::: Records supplied

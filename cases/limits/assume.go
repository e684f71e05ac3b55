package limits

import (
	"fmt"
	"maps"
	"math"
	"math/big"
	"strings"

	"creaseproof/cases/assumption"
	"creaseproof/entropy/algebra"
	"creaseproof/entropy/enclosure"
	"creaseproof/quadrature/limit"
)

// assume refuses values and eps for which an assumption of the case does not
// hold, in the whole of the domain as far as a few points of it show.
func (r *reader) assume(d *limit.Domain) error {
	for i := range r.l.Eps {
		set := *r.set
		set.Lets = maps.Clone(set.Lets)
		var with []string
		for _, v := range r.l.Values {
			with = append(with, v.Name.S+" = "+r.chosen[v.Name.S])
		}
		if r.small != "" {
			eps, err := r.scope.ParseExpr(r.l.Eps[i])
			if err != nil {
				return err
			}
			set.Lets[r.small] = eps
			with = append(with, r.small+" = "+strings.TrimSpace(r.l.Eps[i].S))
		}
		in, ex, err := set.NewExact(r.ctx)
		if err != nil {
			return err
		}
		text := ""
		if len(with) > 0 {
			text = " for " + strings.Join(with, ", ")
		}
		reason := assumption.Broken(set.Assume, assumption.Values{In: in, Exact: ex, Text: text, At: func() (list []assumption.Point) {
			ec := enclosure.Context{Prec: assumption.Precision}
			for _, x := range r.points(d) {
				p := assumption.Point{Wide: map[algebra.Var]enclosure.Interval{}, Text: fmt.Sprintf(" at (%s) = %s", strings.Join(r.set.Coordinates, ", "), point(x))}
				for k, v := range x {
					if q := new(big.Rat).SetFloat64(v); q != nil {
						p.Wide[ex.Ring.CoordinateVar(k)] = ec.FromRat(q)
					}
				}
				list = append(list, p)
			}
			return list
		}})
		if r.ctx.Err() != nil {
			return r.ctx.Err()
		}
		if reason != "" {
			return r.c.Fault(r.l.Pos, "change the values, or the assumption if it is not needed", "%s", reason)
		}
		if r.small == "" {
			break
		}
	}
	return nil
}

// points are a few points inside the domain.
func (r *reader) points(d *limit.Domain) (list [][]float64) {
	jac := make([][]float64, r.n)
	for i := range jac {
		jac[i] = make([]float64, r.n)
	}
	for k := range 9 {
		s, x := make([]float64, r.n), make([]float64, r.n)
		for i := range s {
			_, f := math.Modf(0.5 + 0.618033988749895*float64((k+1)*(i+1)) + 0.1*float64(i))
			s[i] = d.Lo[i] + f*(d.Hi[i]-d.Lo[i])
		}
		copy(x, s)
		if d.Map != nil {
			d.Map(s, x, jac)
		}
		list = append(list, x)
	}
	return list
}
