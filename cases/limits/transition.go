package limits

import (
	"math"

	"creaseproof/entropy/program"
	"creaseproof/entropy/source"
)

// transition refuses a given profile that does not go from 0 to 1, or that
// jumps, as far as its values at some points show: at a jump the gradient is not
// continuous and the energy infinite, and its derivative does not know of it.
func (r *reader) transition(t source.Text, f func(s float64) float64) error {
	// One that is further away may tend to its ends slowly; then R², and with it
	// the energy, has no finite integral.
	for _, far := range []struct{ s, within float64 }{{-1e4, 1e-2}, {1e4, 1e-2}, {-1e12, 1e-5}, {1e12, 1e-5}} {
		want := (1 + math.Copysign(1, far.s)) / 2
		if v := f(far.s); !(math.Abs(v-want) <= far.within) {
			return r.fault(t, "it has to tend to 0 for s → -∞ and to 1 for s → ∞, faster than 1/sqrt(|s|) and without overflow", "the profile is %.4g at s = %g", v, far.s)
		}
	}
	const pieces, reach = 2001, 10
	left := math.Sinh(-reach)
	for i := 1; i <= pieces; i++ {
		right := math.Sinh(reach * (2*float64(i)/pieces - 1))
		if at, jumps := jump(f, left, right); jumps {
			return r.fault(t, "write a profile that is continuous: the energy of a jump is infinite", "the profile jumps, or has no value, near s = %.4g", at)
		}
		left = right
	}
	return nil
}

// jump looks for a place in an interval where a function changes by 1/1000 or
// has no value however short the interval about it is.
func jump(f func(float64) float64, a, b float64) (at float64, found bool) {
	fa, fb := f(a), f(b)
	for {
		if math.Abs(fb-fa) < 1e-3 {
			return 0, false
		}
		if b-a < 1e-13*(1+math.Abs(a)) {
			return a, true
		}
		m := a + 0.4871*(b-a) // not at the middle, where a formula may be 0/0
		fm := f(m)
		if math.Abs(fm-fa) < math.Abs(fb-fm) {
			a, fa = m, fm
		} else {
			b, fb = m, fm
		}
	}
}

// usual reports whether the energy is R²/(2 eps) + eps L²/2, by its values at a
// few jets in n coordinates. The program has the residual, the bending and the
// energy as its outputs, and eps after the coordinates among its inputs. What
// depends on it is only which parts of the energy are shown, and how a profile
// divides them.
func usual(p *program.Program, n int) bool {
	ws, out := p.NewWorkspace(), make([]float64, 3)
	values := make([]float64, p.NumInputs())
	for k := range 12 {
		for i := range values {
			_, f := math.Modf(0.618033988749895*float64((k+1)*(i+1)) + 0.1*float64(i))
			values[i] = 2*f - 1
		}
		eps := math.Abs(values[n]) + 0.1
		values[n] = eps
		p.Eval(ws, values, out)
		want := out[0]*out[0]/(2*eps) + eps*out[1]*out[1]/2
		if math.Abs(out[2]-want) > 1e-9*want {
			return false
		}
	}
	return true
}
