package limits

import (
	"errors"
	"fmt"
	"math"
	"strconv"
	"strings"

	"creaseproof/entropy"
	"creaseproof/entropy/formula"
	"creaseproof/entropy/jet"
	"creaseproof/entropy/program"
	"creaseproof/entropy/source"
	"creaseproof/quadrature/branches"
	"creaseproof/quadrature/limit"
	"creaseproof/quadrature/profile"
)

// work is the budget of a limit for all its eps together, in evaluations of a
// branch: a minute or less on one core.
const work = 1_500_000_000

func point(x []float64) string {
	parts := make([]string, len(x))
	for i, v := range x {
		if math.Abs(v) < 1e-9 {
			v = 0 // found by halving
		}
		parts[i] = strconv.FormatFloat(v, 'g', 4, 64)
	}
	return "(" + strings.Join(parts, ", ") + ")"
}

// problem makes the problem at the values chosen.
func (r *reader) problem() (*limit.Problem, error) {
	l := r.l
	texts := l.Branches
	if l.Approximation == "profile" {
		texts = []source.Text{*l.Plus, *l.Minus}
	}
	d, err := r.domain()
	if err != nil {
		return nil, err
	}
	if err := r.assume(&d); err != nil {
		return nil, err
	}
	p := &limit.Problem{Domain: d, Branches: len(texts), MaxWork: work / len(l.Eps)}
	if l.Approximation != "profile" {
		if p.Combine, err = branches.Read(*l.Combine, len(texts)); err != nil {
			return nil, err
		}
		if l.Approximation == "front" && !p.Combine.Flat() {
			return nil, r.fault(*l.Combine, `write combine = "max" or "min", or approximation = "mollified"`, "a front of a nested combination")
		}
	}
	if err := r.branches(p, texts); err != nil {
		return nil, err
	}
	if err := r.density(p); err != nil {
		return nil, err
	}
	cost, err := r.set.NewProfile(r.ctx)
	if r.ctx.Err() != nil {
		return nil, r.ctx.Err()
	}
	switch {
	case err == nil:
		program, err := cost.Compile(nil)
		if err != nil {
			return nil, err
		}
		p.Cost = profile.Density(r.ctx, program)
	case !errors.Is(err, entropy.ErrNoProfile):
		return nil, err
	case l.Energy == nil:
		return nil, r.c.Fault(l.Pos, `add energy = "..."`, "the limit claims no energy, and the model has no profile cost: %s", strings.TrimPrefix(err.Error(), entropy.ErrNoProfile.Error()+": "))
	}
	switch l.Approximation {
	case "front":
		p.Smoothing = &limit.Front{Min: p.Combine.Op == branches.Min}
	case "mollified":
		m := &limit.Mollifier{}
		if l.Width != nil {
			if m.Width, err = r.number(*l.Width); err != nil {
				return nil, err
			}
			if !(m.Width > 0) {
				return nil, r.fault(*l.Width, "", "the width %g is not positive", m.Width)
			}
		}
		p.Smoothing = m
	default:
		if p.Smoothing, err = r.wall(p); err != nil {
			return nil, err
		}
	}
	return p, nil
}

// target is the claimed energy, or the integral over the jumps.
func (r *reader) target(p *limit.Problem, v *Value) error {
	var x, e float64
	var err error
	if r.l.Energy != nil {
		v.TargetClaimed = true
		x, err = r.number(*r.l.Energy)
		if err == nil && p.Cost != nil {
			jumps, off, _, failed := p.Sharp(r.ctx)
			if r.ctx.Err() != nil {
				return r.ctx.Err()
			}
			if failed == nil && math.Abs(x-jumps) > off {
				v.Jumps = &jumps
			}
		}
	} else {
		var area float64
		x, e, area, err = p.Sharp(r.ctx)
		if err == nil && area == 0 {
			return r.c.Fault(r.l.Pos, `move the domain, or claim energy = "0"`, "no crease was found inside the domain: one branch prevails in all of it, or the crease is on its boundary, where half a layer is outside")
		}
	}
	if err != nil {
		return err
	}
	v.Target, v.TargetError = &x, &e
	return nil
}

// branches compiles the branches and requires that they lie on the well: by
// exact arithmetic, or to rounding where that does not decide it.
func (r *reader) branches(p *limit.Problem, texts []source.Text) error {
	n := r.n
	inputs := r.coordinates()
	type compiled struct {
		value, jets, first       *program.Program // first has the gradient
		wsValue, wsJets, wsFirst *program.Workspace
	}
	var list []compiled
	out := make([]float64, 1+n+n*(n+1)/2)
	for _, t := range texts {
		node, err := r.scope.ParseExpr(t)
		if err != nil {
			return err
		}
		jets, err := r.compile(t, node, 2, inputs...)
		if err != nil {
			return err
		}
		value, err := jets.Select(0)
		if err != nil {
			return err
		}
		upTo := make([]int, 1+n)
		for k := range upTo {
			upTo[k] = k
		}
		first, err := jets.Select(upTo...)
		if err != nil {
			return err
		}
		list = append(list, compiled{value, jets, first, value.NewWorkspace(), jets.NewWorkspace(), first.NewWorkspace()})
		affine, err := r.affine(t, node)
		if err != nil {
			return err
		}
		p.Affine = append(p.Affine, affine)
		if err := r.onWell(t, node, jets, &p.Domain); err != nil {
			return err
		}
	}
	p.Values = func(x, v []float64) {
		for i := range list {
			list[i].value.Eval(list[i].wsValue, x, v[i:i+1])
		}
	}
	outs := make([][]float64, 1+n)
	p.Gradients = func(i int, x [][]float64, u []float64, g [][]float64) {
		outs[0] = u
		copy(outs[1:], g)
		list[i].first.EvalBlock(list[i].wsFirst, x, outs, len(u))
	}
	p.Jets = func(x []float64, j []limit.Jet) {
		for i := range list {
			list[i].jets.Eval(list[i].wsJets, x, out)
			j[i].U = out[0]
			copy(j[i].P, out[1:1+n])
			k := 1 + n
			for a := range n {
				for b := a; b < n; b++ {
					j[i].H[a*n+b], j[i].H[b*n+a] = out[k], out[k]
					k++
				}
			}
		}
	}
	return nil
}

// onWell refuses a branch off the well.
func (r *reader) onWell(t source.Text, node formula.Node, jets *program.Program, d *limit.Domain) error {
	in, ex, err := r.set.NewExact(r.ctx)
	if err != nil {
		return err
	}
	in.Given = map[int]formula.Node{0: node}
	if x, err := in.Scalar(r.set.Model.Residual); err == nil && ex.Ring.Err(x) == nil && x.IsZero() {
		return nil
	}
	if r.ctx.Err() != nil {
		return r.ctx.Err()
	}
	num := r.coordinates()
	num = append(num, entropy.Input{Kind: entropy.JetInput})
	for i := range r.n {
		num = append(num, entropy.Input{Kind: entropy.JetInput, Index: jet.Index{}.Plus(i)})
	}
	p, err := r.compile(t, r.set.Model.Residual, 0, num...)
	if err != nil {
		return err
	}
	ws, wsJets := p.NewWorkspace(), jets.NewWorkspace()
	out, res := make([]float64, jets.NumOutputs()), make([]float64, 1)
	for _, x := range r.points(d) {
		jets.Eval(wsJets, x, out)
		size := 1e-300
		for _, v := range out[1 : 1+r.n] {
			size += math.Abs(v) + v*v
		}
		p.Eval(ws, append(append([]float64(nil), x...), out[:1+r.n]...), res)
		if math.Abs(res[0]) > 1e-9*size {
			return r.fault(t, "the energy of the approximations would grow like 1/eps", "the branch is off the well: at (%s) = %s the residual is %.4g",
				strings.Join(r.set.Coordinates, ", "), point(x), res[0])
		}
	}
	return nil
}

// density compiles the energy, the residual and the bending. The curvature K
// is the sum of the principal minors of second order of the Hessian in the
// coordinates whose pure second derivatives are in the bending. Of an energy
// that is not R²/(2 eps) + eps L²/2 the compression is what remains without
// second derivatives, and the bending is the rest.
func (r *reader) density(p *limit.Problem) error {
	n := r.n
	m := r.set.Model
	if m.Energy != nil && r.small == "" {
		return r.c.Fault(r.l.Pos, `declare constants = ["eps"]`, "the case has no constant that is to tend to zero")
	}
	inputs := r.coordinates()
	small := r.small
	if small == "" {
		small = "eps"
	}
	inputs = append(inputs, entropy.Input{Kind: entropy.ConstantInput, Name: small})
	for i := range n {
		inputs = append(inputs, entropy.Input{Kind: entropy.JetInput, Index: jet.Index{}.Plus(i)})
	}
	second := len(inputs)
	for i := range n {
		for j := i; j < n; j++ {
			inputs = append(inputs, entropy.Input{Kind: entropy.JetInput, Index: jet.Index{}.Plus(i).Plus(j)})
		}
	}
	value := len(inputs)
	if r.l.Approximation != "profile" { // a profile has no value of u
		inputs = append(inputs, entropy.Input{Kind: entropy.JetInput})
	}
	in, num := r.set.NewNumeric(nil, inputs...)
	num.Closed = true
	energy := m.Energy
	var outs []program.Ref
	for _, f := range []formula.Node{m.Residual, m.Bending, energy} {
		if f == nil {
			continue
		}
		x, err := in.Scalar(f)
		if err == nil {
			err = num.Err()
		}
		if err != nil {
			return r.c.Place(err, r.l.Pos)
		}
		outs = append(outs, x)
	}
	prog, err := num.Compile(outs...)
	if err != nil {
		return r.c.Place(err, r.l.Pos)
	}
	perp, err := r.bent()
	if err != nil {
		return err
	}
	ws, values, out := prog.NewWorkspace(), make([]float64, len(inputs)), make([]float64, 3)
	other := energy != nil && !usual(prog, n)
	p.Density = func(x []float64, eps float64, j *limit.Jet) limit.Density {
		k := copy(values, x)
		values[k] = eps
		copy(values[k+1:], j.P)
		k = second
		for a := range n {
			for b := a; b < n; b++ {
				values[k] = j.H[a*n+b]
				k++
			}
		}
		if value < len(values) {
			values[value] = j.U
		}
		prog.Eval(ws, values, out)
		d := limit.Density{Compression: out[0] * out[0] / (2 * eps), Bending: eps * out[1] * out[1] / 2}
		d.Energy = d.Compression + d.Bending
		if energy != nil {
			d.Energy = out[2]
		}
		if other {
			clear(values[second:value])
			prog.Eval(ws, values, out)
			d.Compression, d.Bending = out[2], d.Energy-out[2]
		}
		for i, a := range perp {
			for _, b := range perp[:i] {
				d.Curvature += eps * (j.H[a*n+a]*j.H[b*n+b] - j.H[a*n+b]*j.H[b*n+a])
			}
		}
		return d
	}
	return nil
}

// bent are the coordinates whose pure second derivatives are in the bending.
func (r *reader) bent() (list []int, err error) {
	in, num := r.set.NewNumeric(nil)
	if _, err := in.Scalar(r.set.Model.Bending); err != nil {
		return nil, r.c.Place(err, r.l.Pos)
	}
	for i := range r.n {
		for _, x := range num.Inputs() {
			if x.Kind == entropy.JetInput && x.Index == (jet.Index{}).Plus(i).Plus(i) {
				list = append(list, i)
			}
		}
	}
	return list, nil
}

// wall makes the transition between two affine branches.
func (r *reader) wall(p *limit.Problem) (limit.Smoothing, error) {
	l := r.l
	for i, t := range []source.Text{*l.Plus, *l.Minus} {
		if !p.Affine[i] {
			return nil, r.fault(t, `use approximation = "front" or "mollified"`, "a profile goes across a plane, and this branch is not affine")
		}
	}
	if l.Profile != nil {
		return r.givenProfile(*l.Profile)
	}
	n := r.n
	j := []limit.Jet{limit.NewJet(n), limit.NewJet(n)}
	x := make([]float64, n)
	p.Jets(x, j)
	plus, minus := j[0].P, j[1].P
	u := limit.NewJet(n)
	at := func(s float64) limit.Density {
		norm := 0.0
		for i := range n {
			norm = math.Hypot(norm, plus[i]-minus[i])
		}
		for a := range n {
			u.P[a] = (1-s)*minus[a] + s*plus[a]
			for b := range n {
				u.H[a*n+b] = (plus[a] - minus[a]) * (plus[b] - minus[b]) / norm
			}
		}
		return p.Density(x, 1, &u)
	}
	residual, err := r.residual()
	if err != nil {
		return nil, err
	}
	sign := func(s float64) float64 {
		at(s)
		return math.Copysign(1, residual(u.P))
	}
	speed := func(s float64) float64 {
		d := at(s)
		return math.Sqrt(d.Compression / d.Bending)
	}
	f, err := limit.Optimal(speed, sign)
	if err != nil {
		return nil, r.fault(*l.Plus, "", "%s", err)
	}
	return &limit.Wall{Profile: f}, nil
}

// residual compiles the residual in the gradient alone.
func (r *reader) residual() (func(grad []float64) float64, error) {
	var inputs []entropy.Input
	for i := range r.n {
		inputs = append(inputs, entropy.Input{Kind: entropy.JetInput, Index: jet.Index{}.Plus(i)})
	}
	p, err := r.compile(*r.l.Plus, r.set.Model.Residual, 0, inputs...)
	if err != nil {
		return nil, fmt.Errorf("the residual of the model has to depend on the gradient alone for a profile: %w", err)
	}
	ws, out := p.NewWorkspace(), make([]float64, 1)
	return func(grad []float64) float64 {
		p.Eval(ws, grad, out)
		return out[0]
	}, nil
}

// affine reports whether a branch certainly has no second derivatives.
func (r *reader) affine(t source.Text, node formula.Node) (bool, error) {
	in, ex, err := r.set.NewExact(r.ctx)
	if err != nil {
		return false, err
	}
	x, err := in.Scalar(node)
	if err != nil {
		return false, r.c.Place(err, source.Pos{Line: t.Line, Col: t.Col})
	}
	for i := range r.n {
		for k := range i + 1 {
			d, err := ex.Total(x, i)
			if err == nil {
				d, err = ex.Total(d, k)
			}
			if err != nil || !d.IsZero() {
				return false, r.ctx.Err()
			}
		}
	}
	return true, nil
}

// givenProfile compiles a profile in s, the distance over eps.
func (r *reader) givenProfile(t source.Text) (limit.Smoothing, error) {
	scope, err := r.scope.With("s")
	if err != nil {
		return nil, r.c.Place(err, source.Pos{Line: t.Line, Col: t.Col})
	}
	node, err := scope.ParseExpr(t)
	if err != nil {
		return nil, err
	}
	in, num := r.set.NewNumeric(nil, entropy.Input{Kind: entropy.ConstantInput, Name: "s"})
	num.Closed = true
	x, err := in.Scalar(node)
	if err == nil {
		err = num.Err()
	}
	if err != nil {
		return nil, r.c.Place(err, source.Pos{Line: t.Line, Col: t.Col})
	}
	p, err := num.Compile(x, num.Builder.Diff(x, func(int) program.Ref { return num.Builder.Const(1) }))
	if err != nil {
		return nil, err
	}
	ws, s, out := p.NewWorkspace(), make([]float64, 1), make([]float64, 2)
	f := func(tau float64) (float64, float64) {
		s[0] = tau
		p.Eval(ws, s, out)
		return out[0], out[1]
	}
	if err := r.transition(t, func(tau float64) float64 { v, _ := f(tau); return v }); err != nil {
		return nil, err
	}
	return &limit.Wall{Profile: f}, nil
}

::::::

## Exercise
Show me every line in the data above that includes "Wide".

## Output
				p := assumption.Point{Wide: map[algebra.Var]enclosure.Interval{}, Text: fmt.Sprintf(" at (%s) = %s", strings.Join(r.set.Coordinates, ", "), point(x))}
						p.Wide[ex.Ring.CoordinateVar(k)] = ec.FromRat(q)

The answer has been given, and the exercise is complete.